今日の記事の対象読者は次のような方々です:

 

簿記って何?と思った老若男女全般

商業高校に進学することを考えている方

大学や専門学校で簿記というものに出くわしてしまった

日商簿記初級を受けようと思っている方

日商簿記3級を受けようと思っている方

日商簿記2級の勉強を、始めようかな?くらいの段階の方

・経理部に配属されたが簿記の「ボ」の字も解らないという方

 

がしかし、

それ以外の方もぜひ目を通してみてくださいね。

当たり前にようにやっていたことの意義

再認識できるかもしれませんから。

 

簿記がどんな事を表現するか、

簿記が伝える事を、

超単純で極端な例を用いて説明します。

(言葉の厳密な正確さを欠いても、分かり易さを重視しますね)

 

では始めます。

【例】

あなたのお友達、青山くん赤沢さんがいます。

青山くんはお財布の中に100万円持っています。

これが青山くんの持つ全ての資産です。

一方、赤沢さんのお財布を見てみると、

なんと赤沢さんも100万円持っています。

赤沢さんの資産もこの100万円が全てです。

青山くん赤沢さん100万円持っている。。。

 

さて、ここで考えてみましょう。

青山くん赤沢さん

どちらがお金持ちでしょうか???

 

「お金持ち」という言葉の定義によりますかね?

 

ちょっと質問のしかたを変えてみましょうか。

 

あなたがお金を50万円貸すとしたら、

青山くん赤沢さん

どちらに貸しますか?

 

個人的にどちらの方が好きとか仲が良いとかは気にせず、

ドライに考えましょう。

 

どちらの方がお金をちゃんと返してくれる可能性が高いか?

という事を考えます。

 

答えはズバリ!…..判りません!!!

 

そう。

100万円持っているという情報だけでは判りません。

 

では、もう少し情報を足します。

 

青山くんが持っている100万円は全て

自分のお金」です。

一方、

赤沢さんが財布に持っている100万円は

全て「他人から借りたお金」です。

そのお金は明日返さなければいけません。

つまり、

「自分のお金」は0円という事です。

 

はい。ではもう一度質問に戻ります。

 

あなたがお金を貸すとしたらどちらに貸しますか?

 

あなたがいくら良い人でも、ここでは

「より困っている方に貸してあげたい」

と考えないでくださいね^^

 

こんな風にあなたの状況設定をしましょう。

あなたは他人のお金の管理・運用を任されています。

あなたの使命はそのお金を貸して、利息を付けて返してもらうことで増やしていくことです。

いくらお金を増やしたかによってあなたのお給料が決まってくるとします。

お金を貸して、返ってこなかったら、資産を増やすどころか減らしてしまうことになりますから、慎重に見極めなければいけません。

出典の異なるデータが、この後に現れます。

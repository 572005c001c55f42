"""The Python API (``import keepclear as kc``) on its own, and against the command line.

Each result's ``to_dict()`` must be exactly the JSON object the matching command prints
(the contract, "The python API"); the results are frozen; bad input raises an
``InputError`` naming the argument, as the command line would report it.
"""

from __future__ import annotations

import dataclasses
import json
import re
from pathlib import Path

import numpy as np
import pytest

import keepclear as kc
from keepclear.antennas.base import ModelInputError
from keepclear.antennas.errors import InputError as BaseInputError

from ._cli import one_error_line, run, strict_json
from .conftest import ISOTROPIC, SCENARIOS

HORN = SCENARIOS / "horn-bench-options.toml"
POINT_SOURCE = SCENARIOS / "isotropic-screening.toml"
GRID = kc.GridSettings(half_extent_m=2.0, pixels=9)


def _roundtrip(data):
    """What a dict becomes once printed as JSON and read back (tuples -> lists)."""
    return json.loads(json.dumps(data))


def test_public_names_are_exported():
    for name in ("load_scenario", "keepout", "probe", "field_map", "compare", "assess", "limits"):
        assert callable(getattr(kc, name)), name
    assert set(kc.__all__) <= set(dir(kc))


def test_package_ships_its_type_marker():
    assert (Path(kc.__file__).parent / "py.typed").is_file()


def test_limits_to_dict_is_the_command_json():
    result = kc.limits(2.45e9)
    assert dataclasses.is_dataclass(result)
    cli = strict_json(run("limits", "--json").stdout)
    assert _roundtrip(result.to_dict()) == cli
    with pytest.raises(dataclasses.FrozenInstanceError):
        result.frequency_hz = 1.0  # type: ignore[misc]


def test_keepout_to_dict_is_the_command_json():
    scenario = kc.load_scenario(POINT_SOURCE)
    result = kc.keepout(scenario)
    cli = strict_json(run("keepout", POINT_SOURCE, "--json").stdout)
    assert _roundtrip(result.to_dict()) == cli
    # The typed fields say the same as the JSON.
    assert [k.limit_id for k in result.distances] == list(scenario.limit_ids)
    assert result.distances[0].distance_m == cli["keepout"][0]["distance_m"]
    assert result.average_power_w == cli["average_power_w"]


def test_probe_to_dict_is_the_command_json():
    scenario = kc.load_scenario(HORN)
    points = [[1.0, 0.0, 1.0], [-0.5, 0.2, 1.3]]
    result = kc.probe(scenario, points)
    cli = strict_json(run("probe", HORN, "--at", "1,0,1", "--at=-0.5,0.2,1.3", "--json").stdout)
    assert _roundtrip(result.to_dict()) == cli
    assert result.power_density_w_m2.shape == (2,)
    assert set(result.quotients) == set(scenario.limit_ids)
    # A single point as a 3-vector is one point.
    single = kc.probe(scenario, points[0])
    assert single.points_m.shape == (1, 3)
    assert single.power_density_w_m2[0] == pytest.approx(result.power_density_w_m2[0], rel=1e-12)


def test_probe_of_the_named_places_carries_their_names():
    scenario = kc.load_scenario(HORN)
    result = kc.probe(scenario)
    cli = strict_json(run("probe", HORN, "--json").stdout)
    assert _roundtrip(result.to_dict()) == cli
    assert [p["name"] for p in cli["points"]] == [p.name for p in scenario.points]


def test_field_map_to_dict_is_the_command_json(tmp_path):
    scenario = kc.load_scenario(POINT_SOURCE)
    result = kc.field_map(scenario, "xz", grid=GRID)
    csv = tmp_path / "m.csv"
    cli = strict_json(
        run(
            "map",
            POINT_SOURCE,
            "--plane",
            "xz",
            "--extent-m",
            "2",
            "--pixels",
            "9",
            "--csv",
            csv,
            "--json",
        ).stdout
    )
    expected = dict(cli, files=[])
    assert _roundtrip(result.to_dict()) == expected
    assert result.run.result.power_density_w_m2.shape == (9, 9)


def test_compare_to_dict_is_the_command_json(shared_models):
    scenario = kc.load_scenario(HORN)
    result = kc.compare(scenario, grid=GRID)
    cli = strict_json(run("compare", HORN, "--extent-m", "2", "--pixels", "9", "--json").stdout)
    assert _roundtrip(result.to_dict()) == cli
    assert [o["name"] for o in cli["options"]][0] in {"base", *(o.name for o in scenario.options)}


def test_assess_writes_the_folder_and_to_dict_is_assessment_json(tmp_path):
    scenario = kc.load_scenario(POINT_SOURCE)
    out = tmp_path / "api"
    result = kc.assess(scenario, out=out, grid=GRID)
    written = sorted(p.name for p in result.written)
    assert written == sorted(p.name for p in out.iterdir()) == result.to_dict()["files"]
    on_disk = json.loads((out / "assessment.json").read_text(encoding="utf-8"))
    assert _roundtrip(result.to_dict()) == on_disk
    cli_out = tmp_path / "cli"
    cli = strict_json(
        run(
            "assess", POINT_SOURCE, "--out", cli_out, "--extent-m", "2", "--pixels", "9", "--json"
        ).stdout
    )
    assert on_disk == cli
    # Without a folder nothing is written, and the answer is the same.
    again = kc.assess(scenario, grid=GRID)
    assert again.written == () and _roundtrip(again.to_dict()) == on_disk
    assert [k.limit_id for k in result.keepouts] == list(scenario.limit_ids)
    assert len(result.cylinders) == len(scenario.limit_ids)


def test_keepout_of_an_option_and_of_chosen_limits():
    scenario = kc.load_scenario(HORN)
    option = scenario.options[0]
    result = kc.keepout(scenario, limits=["icnirp-2020/occupational"], option=option.name)
    assert result.scenario is option.scenario
    assert [k.limit_id for k in result.distances] == ["icnirp-2020/occupational"]
    with pytest.raises(kc.InputError, match="no option named") as err:
        kc.keepout(scenario, option="no such option")
    assert err.value.key == "--option"
    with pytest.raises(kc.InputError) as err:
        kc.keepout(scenario, limits=["icnirp-2020/nobody"])
    assert err.value.key == "--limit"


def test_bad_arguments_raise_input_errors_naming_them():
    scenario = kc.load_scenario(POINT_SOURCE)
    with pytest.raises(kc.InputError) as err:
        kc.GridSettings(pixels=2)
    assert err.value.key == "--pixels"
    with pytest.raises(kc.InputError) as err:
        kc.compare(scenario, height_m=float("nan"))
    assert err.value.key == "--height-m"
    with pytest.raises(kc.InputError) as err:
        kc.limits(float("inf"))
    assert err.value.key == "--frequency-hz"
    with pytest.raises(kc.ScenarioError):
        kc.load_scenario(SCENARIOS / "no-such-file.toml")


def test_a_model_error_is_an_input_error():
    err = ModelInputError("power_w", "power_w must be >= 0, got -1")
    assert isinstance(err, kc.InputError) and isinstance(err, BaseInputError)
    assert isinstance(err, ValueError)  # as before, for callers that catch ValueError
    assert err.key == "power_w" and "must be >= 0" in str(err)


def test_a_model_error_at_run_time_exits_2(monkeypatch, write_scenario):
    """A model refusing its input during the computation is bad input (2), not a fault (1)."""
    from keepclear.antennas.isotropic import IsotropicSource

    def refuse(self, *args, **kwargs):
        raise ModelInputError("gain_dbi", "gain_dbi cannot be evaluated here")

    monkeypatch.setattr(IsotropicSource, "fields", refuse)
    line = one_error_line(run("probe", write_scenario(ISOTROPIC), "--at", "1,0,0"))
    assert "gain_dbi" in line and "cannot be evaluated" in line


def test_prepared_scenario_is_built_once_and_not_stored_on_the_scenario():
    from keepclear.fields.field import PreparedScenario, evaluate, prepare

    scenario = kc.load_scenario(SCENARIOS / "drying-line-enclosure.toml")
    prepared = prepare(scenario)
    assert isinstance(prepared, PreparedScenario) and prepare(prepared) is prepared
    again = prepare(scenario)  # built once: the same terms and cavity state
    assert again.terms is prepared.terms and again.cavity is prepared.cavity
    assert "_derived" not in vars(scenario)
    with pytest.raises(dataclasses.FrozenInstanceError):
        prepared.terms = ()  # type: ignore[misc]
    pts = np.array([[0.5, 0.3, 1.0], [3.0, 0.0, 1.0]])
    a = evaluate(scenario, pts).power_density_w_m2
    b = evaluate(prepared, pts).power_density_w_m2
    assert np.allclose(a, b, rtol=1e-12, atol=0.0)


def test_prepared_parts_go_with_their_scenario():
    import gc

    from keepclear.fields import field

    scenario = kc.load_scenario(SCENARIOS / "drying-line-enclosure.toml")
    field.prepare(scenario)
    key = id(scenario)
    assert key in field._PREPARED
    del scenario
    gc.collect()
    assert key not in field._PREPARED


def test_readme_example_runs(shared_models):
    """The README's "Python API" example, run as written (from the repository root).

    (The option's search shares the base's radiator evaluations: ``shared_models``.)
    """
    readme = (SCENARIOS.parent / "README.md").read_text(encoding="utf-8")
    section = readme.split("## Python API", 1)[1]
    code = re.search(r"```python\n(.*?)```", section, re.S)
    assert code is not None, "no python block in the README's Python API section"
    import contextlib
    import io
    import os

    here = os.getcwd()
    os.chdir(SCENARIOS.parent)
    try:
        buf = io.StringIO()
        with contextlib.redirect_stdout(buf):
            exec(compile(code.group(1), "README.md", "exec"), {})
    finally:
        os.chdir(here)
    assert "icnirp-2020/general-public" in buf.getvalue()


def test_readings_to_dict_is_the_command_json():
    desk = SCENARIOS / "desk-box-source.toml"
    csv_path = SCENARIOS / "desk-box-source-readings.csv"
    result = kc.readings(kc.load_scenario(desk), csv_path)
    cli = strict_json(run("readings", desk, "--csv", csv_path, "--json").stdout)
    assert _roundtrip(result.to_dict()) == cli
    assert result.suggested_margin_db == cli["suggested_margin_db"]
    assert len(result.under_predicted) == len(cli["readings"])
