def test_map_option_json_and_text(options_file, tmp_path):
    out = tmp_path / "m.csv"
    result = run("map", options_file, "--option", "screen", "--csv", out, *GRID, "--json")
    assert_clean_exit(result, (0,))
    data = strict_json(result.stdout)
    validate("map", data)
    assert "screen" in data["scenario"]
    text = run("map", options_file, "--option", "screen", "--csv", out, *GRID)
    assert_clean_exit(text, (0,))
    assert "Sources:" in text.stdout and "EIRP" in text.stdout
    assert "horizontal plane at source height z = 1.00 m" in text.stdout
    assert "W/m2 (1 mW/cm2)" in text.stdout  # 10 W/m2 = 1 mW/cm2


def test_api_option_on_probe_map_and_keepout(options_file):
    scenario = kc.load_scenario(options_file)
    at = kc.probe(scenario, [[2.0, 0.0, 1.0]], option="low power")
    base = kc.probe(scenario, [[2.0, 0.0, 1.0]])
    assert at.power_density_w_m2[0] == pytest.approx(0.1 * base.power_density_w_m2[0], rel=1e-9)
    fmap = kc.field_map(scenario, "xy", option="screen", grid=kc.GridSettings(pixels=21))
    assert "screen" in fmap.to_dict()["scenario"]
    report = kc.keepout(scenario, limits=[OCC], option="low power")
    assert [k.limit_id for k in report.distances] == [OCC]
    with pytest.raises(kc.InputError, match="no option named"):
        kc.keepout(scenario, option="nope")


# ------------------------------------------------------------------ --limit
def test_keepout_limit_selects_and_refuses(options_file):
    result = run("keepout", options_file, "--limit", OCC, "--json")
    assert_clean_exit(result, (0,))
    assert [k["limit"] for k in strict_json(result.stdout)["keepout"]] == [OCC]
    line = one_error_line(run("keepout", options_file, "--limit", "icnirp-2020/nobody"))
    assert "--limit" in line


def test_readings_limit(options_file, tmp_path):
    csv = tmp_path / "r.csv"
    csv.write_text("x_m,y_m,z_m,value,unit\n1.0,0.5,1.0,2.0,W/m2\n", encoding="utf-8")
    result = run("readings", options_file, "--csv", csv, "--limit", OCC, "--json")
    assert_clean_exit(result, (0,))
    assert one_error_line(run("readings", options_file, "--csv", csv, "--limit", "x/y"))


# ------------------------------------------------------------ the sources
def test_keepout_json_describes_the_sources_as_the_contract_says(options_file):
    data = strict_json(run("keepout", options_file, "--json").stdout)
    validate("keepout", data)
    (source,) = data["sources"]
    assert list(source) == [
        "id",
        "antenna",
        "peak_gain_dbi",
        "peak_direction",
        "eirp_w",
        "average_eirp_w",
        "far_field_distance_m",
    ]
    # EIRP = P G (IEEE Std 145-2013, effective radiated power referred to an isotropic
    # radiator): 100 W times 6 dBi = 398.1 W; averaged with the duty cycle 0.5.
    assert source["peak_gain_dbi"] == pytest.approx(6.0, abs=1e-9)
    assert source["eirp_w"] == pytest.approx(100.0 * 10**0.6, rel=1e-9)
    assert source["average_eirp_w"] == pytest.approx(0.5 * source["eirp_w"], rel=1e-12)
    assert np.linalg.norm(source["peak_direction"]) == pytest.approx(1.0)
    assert source["far_field_distance_m"] == 0.0


def test_sources_in_order_with_the_horn_gain(tmp_path):
    from .conftest import SCENARIOS

    # the golden test and the bundled-scenario checks run the same command: one run for all
    result = run_once("keepout", SCENARIOS / "horn-bench-options.toml", "--json")
    assert result.exit_code == 0, result.stderr
    data = strict_json(result.stdout)
    assert [s["id"] for s in data["sources"]] == ["horn"]
    # The bundled horn: 14.7 dBi (README "Source models"; Balanis 4th ed. eq. (13-52)).
    assert data["sources"][0]["peak_gain_dbi"] == pytest.approx(14.7, abs=0.1)
    validate("keepout", data)


def test_sources_text_says_when_the_far_field_is_inside_the_reactive_near_field():
    lam_2pi = reactive_near_field_m(2.45e9)
    # lambda / 2 pi at 2.45 GHz: 0.1224 m / 6.283 = 19.5 mm (Balanis 4th ed., sec. 2.2.4).
    assert lam_2pi == pytest.approx(0.01948, rel=1e-3)
    entry = {
        "id": "a",
        "antenna": "isotropic",
        "peak_gain_dbi": 0.0,
        "peak_direction": [0.0, 0.0, 1.0],
        "eirp_w": 23612.0,
        "average_eirp_w": 11806.0,
        "far_field_distance_m": 0.0,
    }
    (line,) = sources_text([entry])
    assert "23,600 W while on" in line and "11,800 W averaged" in line
    assert "shorter than the reactive near field" in line and "19.5 mm" in line
    (line,) = sources_text([{**entry, "far_field_distance_m": 1.47}])
    assert "reactive" not in line and "1.47 m" in line


@pytest.mark.parametrize("command", ["probe", "keepout", "compare"])
def test_text_outputs_describe_the_sources(options_file, command):
    extra = GRID if command == "compare" else ()
    result = run(command, options_file, *extra)
    assert_clean_exit(result, (0,))
    assert "Sources" in result.stdout and "EIRP" in result.stdout and "dBi" in result.stdout
    assert "mW/cm2" in result.stdout


def test_compare_text_describes_an_option_whose_source_differs(options_file):
    result = run("compare", options_file, *GRID)
    assert "Sources of option low power:" in result.stdout
    assert "Sources of option screen:" not in result.stdout  # same source as the base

(お金を借りた人はお金を返さなければなりませんが、自己破産してしまったらお金は帰ってこないと思ってください。)

 

ここでは、一週間後に利息と一緒に返してもらう条件でお金を貸すことにしましょう。

 

そうなると、いかがでしょうか?

 

今与えられた情報から判断するとしたら、

青山くん赤沢さんそれぞれの

「自分のお金」の分量で比べますよね?

 

財布の中に入っているお金はどちらも100万円ですが、

「自分のお金」の大きさは

青山くんが100万円赤沢さんは0円です。

 

あなたが50万円お金を貸すとしたら、

青山くんに貸した方が利息と一緒にきちんと返してくれる可能性が高いですよね。

 

赤沢さんは明日には財布の100万円を借りた人に返してしまします。そのあとまた誰かからお金を借りることができるかどうかは判りません。貸したお金が赤沢さんの生活で使われて、目減りしたら、全額返ってこない可能性があります。

 

一方、青山くんは100万円全てが自分のお金ですから、やたらめったら無駄遣いしない限り、あなたが貸す50万円を一週間後にきちんと返してくれる可能性が高いです。

 

もちろん、実際にお金を貸すなら、

青山くん赤沢さんそれぞれがお金を使う計画やお金を稼ぐ計画をみないといけませんよね。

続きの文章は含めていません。